Stored items:
• • • •

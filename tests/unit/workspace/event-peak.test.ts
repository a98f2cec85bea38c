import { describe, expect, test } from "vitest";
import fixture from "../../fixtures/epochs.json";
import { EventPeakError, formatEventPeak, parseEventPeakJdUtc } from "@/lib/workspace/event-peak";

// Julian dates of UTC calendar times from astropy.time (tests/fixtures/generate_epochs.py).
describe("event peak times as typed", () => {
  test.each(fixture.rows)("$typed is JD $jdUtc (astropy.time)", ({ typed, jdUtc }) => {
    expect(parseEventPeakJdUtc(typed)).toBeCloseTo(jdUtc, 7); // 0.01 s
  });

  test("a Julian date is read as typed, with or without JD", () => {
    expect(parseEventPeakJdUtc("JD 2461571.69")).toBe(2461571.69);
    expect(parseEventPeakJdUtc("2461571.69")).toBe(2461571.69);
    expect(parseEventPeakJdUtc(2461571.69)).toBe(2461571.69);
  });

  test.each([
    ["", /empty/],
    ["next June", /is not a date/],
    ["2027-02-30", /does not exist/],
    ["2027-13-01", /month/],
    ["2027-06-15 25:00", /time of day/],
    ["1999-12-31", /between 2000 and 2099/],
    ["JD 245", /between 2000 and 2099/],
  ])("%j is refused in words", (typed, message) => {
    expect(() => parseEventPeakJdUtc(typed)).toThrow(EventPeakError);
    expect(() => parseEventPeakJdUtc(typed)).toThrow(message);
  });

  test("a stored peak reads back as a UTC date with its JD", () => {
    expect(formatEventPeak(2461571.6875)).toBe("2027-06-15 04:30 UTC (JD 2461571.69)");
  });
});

• • • •

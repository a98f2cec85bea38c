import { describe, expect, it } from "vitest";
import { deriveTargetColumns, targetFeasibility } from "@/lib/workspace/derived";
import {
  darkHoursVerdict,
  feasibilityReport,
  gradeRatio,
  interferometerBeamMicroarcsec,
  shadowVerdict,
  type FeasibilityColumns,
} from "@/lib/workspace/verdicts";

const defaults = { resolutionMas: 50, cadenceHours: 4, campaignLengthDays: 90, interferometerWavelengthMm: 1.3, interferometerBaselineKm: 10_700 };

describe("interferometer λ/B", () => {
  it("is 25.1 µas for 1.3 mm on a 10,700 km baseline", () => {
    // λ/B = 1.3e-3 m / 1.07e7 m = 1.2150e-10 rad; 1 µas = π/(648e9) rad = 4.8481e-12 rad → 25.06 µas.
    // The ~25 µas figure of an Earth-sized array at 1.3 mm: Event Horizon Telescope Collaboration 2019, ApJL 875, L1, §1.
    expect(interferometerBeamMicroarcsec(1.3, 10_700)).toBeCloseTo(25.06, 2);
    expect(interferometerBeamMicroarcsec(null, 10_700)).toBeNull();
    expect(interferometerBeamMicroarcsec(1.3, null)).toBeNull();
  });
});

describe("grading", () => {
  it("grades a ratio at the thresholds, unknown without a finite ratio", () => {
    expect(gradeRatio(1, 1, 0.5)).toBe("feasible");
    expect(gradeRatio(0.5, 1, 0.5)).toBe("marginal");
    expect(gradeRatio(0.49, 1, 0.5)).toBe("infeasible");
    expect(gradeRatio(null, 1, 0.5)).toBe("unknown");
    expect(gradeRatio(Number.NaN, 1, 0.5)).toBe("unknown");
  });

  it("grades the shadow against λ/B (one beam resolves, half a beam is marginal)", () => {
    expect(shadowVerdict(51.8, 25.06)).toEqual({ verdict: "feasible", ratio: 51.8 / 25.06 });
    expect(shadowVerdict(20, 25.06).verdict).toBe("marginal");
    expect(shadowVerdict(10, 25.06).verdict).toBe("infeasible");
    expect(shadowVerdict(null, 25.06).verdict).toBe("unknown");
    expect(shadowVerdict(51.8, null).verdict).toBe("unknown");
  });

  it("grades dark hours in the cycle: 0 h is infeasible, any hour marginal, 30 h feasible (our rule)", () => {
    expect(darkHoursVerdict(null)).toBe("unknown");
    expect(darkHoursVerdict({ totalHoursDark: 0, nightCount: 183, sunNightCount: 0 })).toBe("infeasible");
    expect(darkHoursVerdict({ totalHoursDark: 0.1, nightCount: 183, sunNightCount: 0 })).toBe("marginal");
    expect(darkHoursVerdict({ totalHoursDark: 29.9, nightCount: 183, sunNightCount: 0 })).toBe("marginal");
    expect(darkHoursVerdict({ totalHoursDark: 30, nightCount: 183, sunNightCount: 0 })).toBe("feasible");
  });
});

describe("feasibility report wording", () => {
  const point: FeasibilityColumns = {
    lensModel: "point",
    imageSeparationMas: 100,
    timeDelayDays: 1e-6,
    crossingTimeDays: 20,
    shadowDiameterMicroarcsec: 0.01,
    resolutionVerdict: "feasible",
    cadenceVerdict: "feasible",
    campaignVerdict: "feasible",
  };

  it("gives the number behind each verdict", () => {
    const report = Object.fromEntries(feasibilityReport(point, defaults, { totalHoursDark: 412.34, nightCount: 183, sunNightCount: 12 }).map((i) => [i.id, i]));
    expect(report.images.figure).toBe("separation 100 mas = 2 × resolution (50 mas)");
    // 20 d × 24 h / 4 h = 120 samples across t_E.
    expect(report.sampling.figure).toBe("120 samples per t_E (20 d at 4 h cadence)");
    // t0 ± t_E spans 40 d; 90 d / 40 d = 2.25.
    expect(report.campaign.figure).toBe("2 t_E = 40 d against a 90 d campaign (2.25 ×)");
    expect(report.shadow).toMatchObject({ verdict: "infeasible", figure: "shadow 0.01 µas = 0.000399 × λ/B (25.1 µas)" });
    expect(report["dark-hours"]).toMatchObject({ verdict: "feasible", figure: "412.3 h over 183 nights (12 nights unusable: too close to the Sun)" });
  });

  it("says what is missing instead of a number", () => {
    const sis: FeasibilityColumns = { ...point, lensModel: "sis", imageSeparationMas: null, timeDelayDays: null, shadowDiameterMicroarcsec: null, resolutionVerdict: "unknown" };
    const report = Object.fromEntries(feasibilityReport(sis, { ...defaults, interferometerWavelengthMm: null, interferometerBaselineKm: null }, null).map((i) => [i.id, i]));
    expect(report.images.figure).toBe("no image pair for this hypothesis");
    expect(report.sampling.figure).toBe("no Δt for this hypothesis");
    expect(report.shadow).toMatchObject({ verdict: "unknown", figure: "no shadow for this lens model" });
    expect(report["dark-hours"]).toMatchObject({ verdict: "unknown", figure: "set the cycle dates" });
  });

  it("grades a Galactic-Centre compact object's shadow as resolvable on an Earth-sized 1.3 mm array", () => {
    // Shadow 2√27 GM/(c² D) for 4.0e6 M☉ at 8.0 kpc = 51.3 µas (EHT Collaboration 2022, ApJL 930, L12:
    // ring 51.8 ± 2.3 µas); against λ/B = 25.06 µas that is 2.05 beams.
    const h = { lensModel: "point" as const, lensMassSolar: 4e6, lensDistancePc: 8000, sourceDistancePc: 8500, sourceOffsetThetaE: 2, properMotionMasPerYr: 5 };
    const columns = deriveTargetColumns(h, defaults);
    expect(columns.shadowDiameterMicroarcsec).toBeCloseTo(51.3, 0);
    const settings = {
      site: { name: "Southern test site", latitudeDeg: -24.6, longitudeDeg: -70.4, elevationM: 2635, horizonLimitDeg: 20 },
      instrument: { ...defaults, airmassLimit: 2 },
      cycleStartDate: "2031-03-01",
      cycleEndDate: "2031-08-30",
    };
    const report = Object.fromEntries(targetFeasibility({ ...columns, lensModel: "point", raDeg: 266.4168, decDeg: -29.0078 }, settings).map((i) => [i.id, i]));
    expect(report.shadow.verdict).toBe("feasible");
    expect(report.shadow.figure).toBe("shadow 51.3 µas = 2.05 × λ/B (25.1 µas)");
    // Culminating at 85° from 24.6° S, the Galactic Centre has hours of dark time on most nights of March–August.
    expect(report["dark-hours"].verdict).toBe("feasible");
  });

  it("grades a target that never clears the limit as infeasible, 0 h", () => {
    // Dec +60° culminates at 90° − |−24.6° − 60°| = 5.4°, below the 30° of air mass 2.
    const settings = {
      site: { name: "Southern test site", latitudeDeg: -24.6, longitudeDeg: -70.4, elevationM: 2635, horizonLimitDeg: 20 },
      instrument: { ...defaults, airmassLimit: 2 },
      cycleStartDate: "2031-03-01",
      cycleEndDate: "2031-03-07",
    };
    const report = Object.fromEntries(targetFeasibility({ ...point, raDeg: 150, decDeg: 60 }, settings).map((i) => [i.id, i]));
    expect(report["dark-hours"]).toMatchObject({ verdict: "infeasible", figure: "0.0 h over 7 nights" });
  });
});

• • • •

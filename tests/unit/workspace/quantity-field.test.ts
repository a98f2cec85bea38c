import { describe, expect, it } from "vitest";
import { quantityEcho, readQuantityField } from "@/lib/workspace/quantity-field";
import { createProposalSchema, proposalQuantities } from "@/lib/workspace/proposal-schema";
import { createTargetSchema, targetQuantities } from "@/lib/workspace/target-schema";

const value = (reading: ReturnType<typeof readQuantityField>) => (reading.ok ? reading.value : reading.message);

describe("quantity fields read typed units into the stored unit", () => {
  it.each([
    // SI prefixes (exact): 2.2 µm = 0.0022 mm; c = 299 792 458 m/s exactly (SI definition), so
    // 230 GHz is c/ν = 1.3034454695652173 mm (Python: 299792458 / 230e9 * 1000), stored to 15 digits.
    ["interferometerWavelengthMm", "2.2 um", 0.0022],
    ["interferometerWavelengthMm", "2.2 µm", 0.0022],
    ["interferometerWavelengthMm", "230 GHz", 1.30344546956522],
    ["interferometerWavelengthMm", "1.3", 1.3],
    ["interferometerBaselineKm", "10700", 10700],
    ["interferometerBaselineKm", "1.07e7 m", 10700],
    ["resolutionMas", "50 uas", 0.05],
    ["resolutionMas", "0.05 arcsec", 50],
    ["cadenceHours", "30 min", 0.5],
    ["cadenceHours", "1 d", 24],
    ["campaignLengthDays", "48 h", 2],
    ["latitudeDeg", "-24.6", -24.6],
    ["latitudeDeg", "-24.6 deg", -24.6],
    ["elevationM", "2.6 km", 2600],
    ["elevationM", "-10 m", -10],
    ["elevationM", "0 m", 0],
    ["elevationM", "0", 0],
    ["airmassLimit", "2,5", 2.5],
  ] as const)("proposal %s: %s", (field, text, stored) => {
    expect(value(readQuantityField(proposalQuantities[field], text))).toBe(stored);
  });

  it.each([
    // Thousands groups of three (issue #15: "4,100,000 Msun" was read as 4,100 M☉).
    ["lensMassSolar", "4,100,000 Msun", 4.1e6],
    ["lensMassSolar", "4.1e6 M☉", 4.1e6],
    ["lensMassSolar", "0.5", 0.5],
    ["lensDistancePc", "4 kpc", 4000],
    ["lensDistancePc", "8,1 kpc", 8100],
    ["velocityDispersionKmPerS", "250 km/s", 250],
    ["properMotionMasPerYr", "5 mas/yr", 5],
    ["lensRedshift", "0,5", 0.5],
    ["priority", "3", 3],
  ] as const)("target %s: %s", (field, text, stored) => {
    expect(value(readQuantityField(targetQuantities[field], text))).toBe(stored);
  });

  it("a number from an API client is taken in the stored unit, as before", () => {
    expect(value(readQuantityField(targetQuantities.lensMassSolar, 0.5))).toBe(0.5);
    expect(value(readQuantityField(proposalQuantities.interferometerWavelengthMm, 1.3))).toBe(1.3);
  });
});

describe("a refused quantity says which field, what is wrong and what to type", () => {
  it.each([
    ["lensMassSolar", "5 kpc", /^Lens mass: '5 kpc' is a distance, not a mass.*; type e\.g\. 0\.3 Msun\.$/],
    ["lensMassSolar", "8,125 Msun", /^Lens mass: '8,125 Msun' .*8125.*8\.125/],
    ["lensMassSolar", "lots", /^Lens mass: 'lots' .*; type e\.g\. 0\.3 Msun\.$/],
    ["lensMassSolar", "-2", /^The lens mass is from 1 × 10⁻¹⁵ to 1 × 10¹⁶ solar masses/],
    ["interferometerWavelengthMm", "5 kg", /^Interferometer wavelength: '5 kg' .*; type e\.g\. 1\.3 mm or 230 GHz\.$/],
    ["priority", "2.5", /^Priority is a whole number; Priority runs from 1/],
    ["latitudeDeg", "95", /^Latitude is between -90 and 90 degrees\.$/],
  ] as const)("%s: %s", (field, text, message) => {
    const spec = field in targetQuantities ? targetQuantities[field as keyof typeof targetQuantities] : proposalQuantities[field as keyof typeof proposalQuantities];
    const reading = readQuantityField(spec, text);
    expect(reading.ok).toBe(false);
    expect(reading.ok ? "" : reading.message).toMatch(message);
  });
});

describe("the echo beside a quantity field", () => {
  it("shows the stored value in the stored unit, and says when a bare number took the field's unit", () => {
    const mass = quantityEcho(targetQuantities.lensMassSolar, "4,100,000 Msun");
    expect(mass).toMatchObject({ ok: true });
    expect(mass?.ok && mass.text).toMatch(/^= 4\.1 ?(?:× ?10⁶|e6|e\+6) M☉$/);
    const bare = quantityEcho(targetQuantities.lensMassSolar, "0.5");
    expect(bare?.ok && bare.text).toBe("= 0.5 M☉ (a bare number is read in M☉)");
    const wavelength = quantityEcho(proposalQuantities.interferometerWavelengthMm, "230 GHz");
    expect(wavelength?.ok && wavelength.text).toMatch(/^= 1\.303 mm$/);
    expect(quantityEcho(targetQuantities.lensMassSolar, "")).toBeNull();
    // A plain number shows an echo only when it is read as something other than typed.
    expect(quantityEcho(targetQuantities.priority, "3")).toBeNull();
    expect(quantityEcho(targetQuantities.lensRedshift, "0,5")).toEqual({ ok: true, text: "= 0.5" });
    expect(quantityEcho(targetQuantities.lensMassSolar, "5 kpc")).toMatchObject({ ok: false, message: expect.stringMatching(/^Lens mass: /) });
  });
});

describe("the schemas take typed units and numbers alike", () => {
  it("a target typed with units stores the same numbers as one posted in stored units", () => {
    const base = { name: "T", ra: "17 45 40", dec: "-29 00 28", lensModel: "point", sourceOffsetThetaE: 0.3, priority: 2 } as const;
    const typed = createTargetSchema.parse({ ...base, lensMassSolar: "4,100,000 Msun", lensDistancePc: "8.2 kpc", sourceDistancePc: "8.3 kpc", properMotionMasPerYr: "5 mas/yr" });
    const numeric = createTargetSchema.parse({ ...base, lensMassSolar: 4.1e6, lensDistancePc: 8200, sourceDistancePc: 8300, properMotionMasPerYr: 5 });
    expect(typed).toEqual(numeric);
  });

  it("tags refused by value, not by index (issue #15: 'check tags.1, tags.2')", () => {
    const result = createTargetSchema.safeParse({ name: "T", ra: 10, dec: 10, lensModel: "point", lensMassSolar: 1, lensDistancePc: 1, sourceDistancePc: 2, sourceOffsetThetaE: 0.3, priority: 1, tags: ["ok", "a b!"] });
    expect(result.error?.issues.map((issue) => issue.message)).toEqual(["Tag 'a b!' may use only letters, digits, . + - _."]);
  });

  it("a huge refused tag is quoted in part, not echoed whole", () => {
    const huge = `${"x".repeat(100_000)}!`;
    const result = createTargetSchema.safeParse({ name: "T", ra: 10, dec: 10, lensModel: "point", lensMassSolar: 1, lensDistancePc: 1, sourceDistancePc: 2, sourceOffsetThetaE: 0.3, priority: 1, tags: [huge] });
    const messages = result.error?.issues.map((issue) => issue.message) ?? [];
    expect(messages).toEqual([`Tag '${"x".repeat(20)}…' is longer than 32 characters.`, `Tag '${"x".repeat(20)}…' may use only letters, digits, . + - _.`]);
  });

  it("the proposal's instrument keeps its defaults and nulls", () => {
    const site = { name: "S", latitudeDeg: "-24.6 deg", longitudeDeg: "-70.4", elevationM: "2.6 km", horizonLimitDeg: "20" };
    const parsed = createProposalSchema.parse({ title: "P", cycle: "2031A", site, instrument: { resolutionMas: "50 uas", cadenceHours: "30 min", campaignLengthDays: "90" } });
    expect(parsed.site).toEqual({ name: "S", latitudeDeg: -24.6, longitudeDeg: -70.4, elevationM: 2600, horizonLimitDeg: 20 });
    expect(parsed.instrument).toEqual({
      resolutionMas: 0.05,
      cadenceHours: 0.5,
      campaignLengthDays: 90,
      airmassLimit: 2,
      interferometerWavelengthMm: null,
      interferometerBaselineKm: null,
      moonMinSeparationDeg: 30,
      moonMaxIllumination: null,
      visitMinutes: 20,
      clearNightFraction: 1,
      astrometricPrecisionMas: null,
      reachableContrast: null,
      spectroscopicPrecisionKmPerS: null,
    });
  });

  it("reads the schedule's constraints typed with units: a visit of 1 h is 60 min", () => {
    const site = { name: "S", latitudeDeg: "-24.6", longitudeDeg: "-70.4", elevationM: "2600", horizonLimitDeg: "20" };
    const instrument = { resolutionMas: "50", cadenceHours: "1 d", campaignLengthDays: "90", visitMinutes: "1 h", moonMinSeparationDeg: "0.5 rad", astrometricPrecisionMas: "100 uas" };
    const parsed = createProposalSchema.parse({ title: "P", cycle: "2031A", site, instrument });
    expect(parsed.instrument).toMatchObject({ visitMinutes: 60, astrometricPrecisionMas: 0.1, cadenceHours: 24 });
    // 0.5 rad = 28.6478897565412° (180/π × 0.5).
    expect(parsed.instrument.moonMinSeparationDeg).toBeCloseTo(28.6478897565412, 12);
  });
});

• • • •

TASK DIRECTIONS:
Which of the lines in the data contain the string "issues"? Return each one.

THE ANSWER:
    expect(result.error?.issues.map((issue) => issue.message)).toEqual(["Tag 'a b!' may use only letters, digits, . + - _."]);
    const messages = result.error?.issues.map((issue) => issue.message) ?? [];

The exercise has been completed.